With Ukraine now a new segment in the ring around Russia, USA-NATO built up its strength there, first with “non-lethal” arms and trainers, letting allies like Lithuania pass on bigger stuff. Then came a series of military maneuvers. Defender-Europe 20 was hindered by Covid-19 but, in 2021, Sea Breeze was conducted in the Sea of Azov and the Black Sea with more than 30 warships and 40 planes from 32 countries not far from the Russians’ southern naval base of Sevastopol.
Then it was Operation Cossack Mace, this time to “improve compatibility between British and Ukrainian military formations, strengthen mutual relations, joint planning and perform battalion and tactical operations.” Two British-built naval bases were planned near the short Russian coast.

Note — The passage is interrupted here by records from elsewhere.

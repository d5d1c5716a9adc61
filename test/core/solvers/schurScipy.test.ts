import { execFileSync } from 'node:child_process';
import { join } from 'node:path';
import { describe, expect, it } from 'vitest';
import { relativeGap } from '../../support/leastSquaresCases';
import { needs, python } from '../../support/programs';
import { normals } from '../../support/random';
import { convolve, solveTakes, takeOf } from '../../support/takes';

// Large systems against scipy.linalg.lstsq on the explicit data matrix X (SciPy 1.10, Debian's python3-scipy).

const samples = 3000;

/** Noise through a double pole. */
function coloured(seed: number, pole: number): Float64Array {
  const x = normals(seed, samples);
  for (let pass = 0; pass < 2; pass++) for (let n = 1; n < samples; n++) x[n] += pole * x[n - 1];
  return x;
}

describe.skipIf(!needs('scipy'))('generalised Schur algorithm against SciPy', () => {
  it.each([
    // Upper bounds: what a prototype of the same algorithm reached at these condition numbers of X.
    { inputs: 1, length: 384, pole: 0.9, regularisation: 0, conditionOfX: 8e2, reach: 6e-12 },
    { inputs: 1, length: 384, pole: 0.984, regularisation: 0, conditionOfX: 2e4, reach: 5e-8 },
    { inputs: 3, length: 100, pole: 0.9, regularisation: 1e-6, conditionOfX: 5e2, reach: 6e-12 },
  ])('reaches $reach at cond(X) $conditionOfX', async (c) => {
    const x = Array.from({ length: c.inputs }, (_, r) => coloured(r + 1, c.pole));
    const noise = normals(50, samples);
    const clean = x.map((row, r) => convolve(row, [0.5, -0.2, 0.8, 0.1 * r]));
    const d = noise.map((value, n) => clean.reduce((sum, row) => sum + row[n], 0.1 * value));
    const fit = { from: 0, to: samples };
    const shape = { length: c.length, delay: 0, windowing: 'covariance' as const };
    const { solution } = await solveTakes([takeOf(x, d, { fit: [fit] })], shape, c.regularisation);
    if (!('coefficients' in solution)) throw new Error('not solvable');
    expect(solution.method).toBe('schur');
    const condition = Math.sqrt(solution.conditionNumber);
    expect(condition / c.conditionOfX).toBeGreaterThan(0.8);
    expect(condition / c.conditionOfX).toBeLessThan(1.25);

    const asked = [
      {
        ...shape,
        inputs: x.map((row) => Array.from(row)),
        desired: Array.from(d),
        fit: [fit.from, fit.to],
        regularisation: c.regularisation,
      },
    ];
    const options = { input: JSON.stringify(asked), maxBuffer: 1 << 28 };
    const script = join(__dirname, 'scipyReference.py');
    const [wanted]: number[][] = JSON.parse(execFileSync(python, [script], options).toString());
    const got = solution.coefficients.flatMap((row) => Array.from(row));
    const gap = relativeGap(got, wanted);
    expect(gap).toBeLessThan(Math.max(1e-12, 1e-14 * solution.conditionNumber));
    expect(gap).toBeLessThan(c.reach);
  });
});
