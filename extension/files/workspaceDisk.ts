import * as vscode from 'vscode';
import { type Disk, DiskError } from './disk';
import { fileTypes, leadsOverLink } from './linkCheck';
import { pathBelow } from './relativePath';

let lastTemporary = 0;

/**
 * The workbench's file systems, for writing where the local disk is not to be had. They have no way to make sure that
 * bytes last beyond a loss of power. The workbench deletes what a rename would replace, which closes its editors and
 * leaves a moment without the file, or for good where the rename then fails. So a file that is there already is written
 * over, as saving it in an editor would; by then its new bytes are known to find room.
 * @param root nothing may leave it
 * @param folder the document's
 */
export function workspaceDisk(root: vscode.Uri, folder: vscode.Uri): Disk {
  const { fs } = vscode.workspace;
  const at = (path: string) => vscode.Uri.joinPath(folder, path);
  const told = async <T>(path: string, work: Thenable<T>): Promise<T> => {
    try {
      return await work;
    } catch (error) {
      throw error instanceof vscode.FileSystemError ? new DiskError(error.code, path) : error;
    }
  };
  const disk: Disk = {
    async staysInside(path) {
      const fromRoot = pathBelow(root.path, at(path).path);
      if (fromRoot === null) return false;
      return !(await leadsOverLink((below) => fs.readDirectory(vscode.Uri.joinPath(root, below)), fromRoot));
    },
    async stat(path) {
      try {
        const { type } = await fs.stat(at(path));
        return (type & fileTypes.file) !== 0 ? 'file' : 'other';
      } catch (error) {
        if (error instanceof vscode.FileSystemError && error.code === 'FileNotFound') return 'missing';
        return told(path, Promise.reject(error));
      }
    },
    read: async (path) => new Uint8Array(await told(path, fs.readFile(at(path)))),
    makeFolder: (path) => told(path, fs.createDirectory(at(path))),
    beside: (path) => `${path}.${++lastTemporary}.tmp`,
    // Nothing tells whether another window is at work; names are used again, so that little is left.
    async tidy() {},
    write: (path, bytes) => told(path, fs.writeFile(at(path), bytes)),
    async rename(from, to) {
      if ((await disk.stat(to)) === 'missing') return told(to, fs.rename(at(from), at(to)));
      await disk.write(to, await disk.read(from));
      await disk.remove(from);
    },
    async remove(path) {
      try {
        await fs.delete(at(path), { useTrash: false });
      } catch {
        // There is none, or it cannot be helped: the next run writes over it.
      }
    },
  };
  return disk;
}
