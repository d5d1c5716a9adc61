import fc from 'fast-check';
import { describe, expect, it } from 'vitest';
import { randomCase, relativeGap, tapsByQr } from '../../support/leastSquaresCases';
import { solveTakes } from '../../support/takes';

describe('taps against dense least squares', () => {
  it('agree for random multi-take, multi-input cases within max(1e-12, 1e-14 κ)', async () => {
    await fc.assert(
      fc.asyncProperty(fc.integer({ min: 1, max: 1e9 }), async (seed) => {
        const c = randomCase(seed);
        const { solution } = await solveTakes(c.takes, c, c.regularisation, c.removeMean);
        if (!('coefficients' in solution)) throw new Error('not solvable');
        const got = solution.coefficients.flatMap((row) => Array.from(row));
        const want = tapsByQr(c);
        const bound = Math.max(1e-12, 1e-14 * solution.conditionNumber);
        expect(relativeGap(got, want)).toBeLessThan(bound);
      }),
      { numRuns: 40 },
    );
  });
});
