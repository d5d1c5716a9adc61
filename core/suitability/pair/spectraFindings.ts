import type { Job } from '../../document/pairingDocument';
import { rough } from '../../figures/numbers';
import { type Finding, finding, type Place } from '../../findings/finding';
import type { Take } from '../../pair/take';
import { channelLabel } from '../../recordings/recording';
import type { Attainable, Withheld } from './attainable';
import { bandsInWords } from './bands';
import type { Excitation } from './excitation';
import type { InputNoise } from './noisyInput';
import { largestRiseDb, type SpectralNulls } from './spectralNulls';

/** Why there is no figure, for the reader. */
export const withheldWords: Record<Withheld, string> = {
  'too-short': 'the recording is too short for enough averages',
  unsettled:
    'longer segments still raise the figure, so that the recording is too short for a response as long',
  silent: 'the desired signal is silent',
  'several-steps': 'there is a limit for predicting one sample ahead only, from the signal itself',
};

/** With less than 6 dB not even half of the desired signal's amplitude can be taken off or foretold. */
const leastReductionDb = 6;

/** Where the figure is withheld but known to be this large, more does not matter: few sensors go further. */
const enoughDb = 40;

/** `low-coherence`: what the filter is wanted for cannot be had from these inputs. Of one take. */
export function lowCoherence(
  take: Take,
  { reductionDb, segment, averages }: Attainable,
  wantedSignal: boolean,
): Finding[] {
  if (reductionDb === null || segment === null || reductionDb >= leastReductionDb) return [];
  const wanted = wantedSignal ? ', and the wanted signal counts among it' : '';
  const values = {
    reduction: oneDigit(reductionDb),
    least: leastReductionDb,
    segment,
    averages: Math.round(averages),
    wanted,
  };
  return [finding('low-coherence', values, { take: take.name }, wantedSignal ? 'note' : 'caution')];
}

/** `attainable-unknown`, unless what is known is enough. */
export function attainableUnknown({ withheld, atLeastDb }: Attainable): Finding[] {
  if (withheld !== 'too-short' && withheld !== 'unsettled') return [];
  if (atLeastDb !== null && atLeastDb >= enoughDb) return [];
  const known = atLeastDb === null ? '' : `It is no less than ${oneDigit(atLeastDb)} dB. `;
  return [finding('attainable-unknown', { why: withheldWords[withheld], known })];
}

/** `poor-excitation`: a caution where the filter is the result, otherwise a note. */
export function poorExcitation(
  take: Take,
  { emptyBands, smallest, largest }: Excitation,
  job: Job,
): Finding[] {
  return emptyBands.flatMap((bands, r) => {
    if (bands.length === 0) return [];
    const condition = smallest > 0 ? rough(largest / smallest) : 'infinity';
    const values = { bands: bandsInWords(bands), condition };
    return finding('poor-excitation', values, inputPlace(take, r), job === 'identify' ? 'caution' : 'note');
  });
}

/** `noisy-input`, `noisy-input-possible`. */
export function noisyInput(take: Take, noises: readonly InputNoise[]): Finding[] {
  return noises.map(({ input, by, share }) => {
    const percent = Math.round(100 * share);
    if (by === 'coherence') {
      const coherence = Number((1 - share).toFixed(2));
      return finding('noisy-input-possible', { coherence, percent }, inputPlace(take, input));
    }
    const how =
      by === 'levels'
        ? 'the response grows with the level of the take, which tells for the quieter take'
        : 'the second sensor and the desired signal tell';
    return finding('noisy-input', { how, percent }, inputPlace(take, input));
  });
}

/** `spectral-null`. @param regularisation ρ of the document */
export function spectralNull({ bands, riseDb }: SpectralNulls, regularisation: number): Finding[] {
  if (bands.length === 0) return [];
  return [
    finding(
      'spectral-null',
      { bands: bandsInWords(bands), rise: oneDigit(riseDb), limit: largestRiseDb, regularisation },
      { path: ['filter', 'regularisation'] },
    ),
  ];
}

function inputPlace(take: Take, r: number): Place {
  const { recording, channel } = take.inputs[r];
  return { file: recording.file, channel: channelLabel(recording, channel) };
}

function oneDigit(value: number): number {
  return Number(value.toFixed(1));
}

In September 2021 it was Rapid Trident 21. -“To increase combat readiness, defense capabilities and interoperability, the exercise features joint jumps of Ukrainian and U.S. paratroopers and, for the first time, service members will conduct battalion tactical exercises of a multinational battalion with combat shooting in a single combat order … The purpose is to prepare for joint actions as part of a multinational force during coalition operations.” Joining the USA and Ukraine were Bulgaria, Canada, Georgia, Germany, Italy, Jordan, Lithuania, Moldova, Pakistan, Poland, Romania, Turkey and the UK.

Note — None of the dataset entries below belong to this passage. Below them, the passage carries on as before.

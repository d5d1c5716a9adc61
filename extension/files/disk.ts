/** Why an operation on files failed, by a short code such as `ENOSPC` or `NoPermissions`. Anything else thrown is a bug. */
export class DiskError extends Error {
  constructor(
    readonly code: string,
    /** As the one who asked named it, where that is known. */
    readonly path: string | null = null,
  ) {
    super(code);
    this.name = 'DiskError';
  }
}

/** The few operations that writing needs. Paths lead from the document's folder, with forward slashes. */
export interface Disk {
  /** Whether the path's real place lies in the root, links followed as far as the disk can tell. */
  staysInside(path: string): Promise<boolean>;
  /** `other`: something that is no file. */
  stat(path: string): Promise<'missing' | 'file' | 'other'>;
  read(path: string): Promise<Uint8Array>;
  makeFolder(path: string): Promise<void>;
  /** A path beside the given one, for a file that is to take its place. */
  beside(path: string): string;
  /** Removes what writers that were killed left beside a path, as far as the disk can tell that they are gone. */
  tidy(path: string): Promise<void>;
  /** Writes a whole file, and as far as the disk can do so makes sure that it lasts. */
  write(path: string, bytes: Uint8Array): Promise<void>;
  /** Puts a file in the place of another, which is old or new and never between as far as the disk can do so. */
  rename(from: string, to: string): Promise<void>;
  /** No complaint where there is none. */
  remove(path: string): Promise<void>;
}
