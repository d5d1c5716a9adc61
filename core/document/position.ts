/** A place in a text, both from 1; columns count UTF-16 units, as editors do. */
export interface Position {
  line: number;
  column: number;
}

/** The place of an offset. Lines end with LF, CR LF or CR. */
export function positionAt(text: string, offset: number): Position {
  const end = Math.min(offset, text.length);
  let line = 1;
  let start = 0;
  for (let i = 0; i < end; i++) {
    const unit = text.charCodeAt(i);
    // Of CR LF the LF ends the line; an offset between the two is on the next.
    if (unit === 10 || (unit === 13 && !(i + 1 < end && text.charCodeAt(i + 1) === 10))) {
      line++;
      start = i + 1;
    }
  }
  return { line, column: end - start + 1 };
}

Such activities were allegedly for peace, defending Ukraine against “authoritarianism.” But Russia viewed the threat of cutting it off in the Baltic and Black Sea, plus 700 or 800 big or small USA bases on six continents, in a very different way. Washington was a safe 7800 miles away; St. Petersburg and Moscow were under the noses of those missile launchers, warplanes and warships, and the USA alone had a 13-1 preponderance over Russia in military spending. Bipartisan American politicians were outdoing themselves in reviling Russia, nor could the Maidan events with Victoria Nuland be forgotten.
As for Putin, like him or hate him, it is hardly surprising that he was alarmed, perhaps even for personal reasons in view of the fates of other leaders disliked by Washington: Allende, dead in his bombed residence, Lumumba, tortured and murdered, Saddam Hussein, hanged, Muammar Gaddafi, fatally sodomized, the Afghani Najibullah, castrated and stringed up, Usama Bin Ladin, shot in his rooms and dumped into the ocean, Slobodan Milošević, mysteriously dying in a prison cell. (Fidel Castro was luckier, surviving over a hundred bungled CIA assassination attempts.)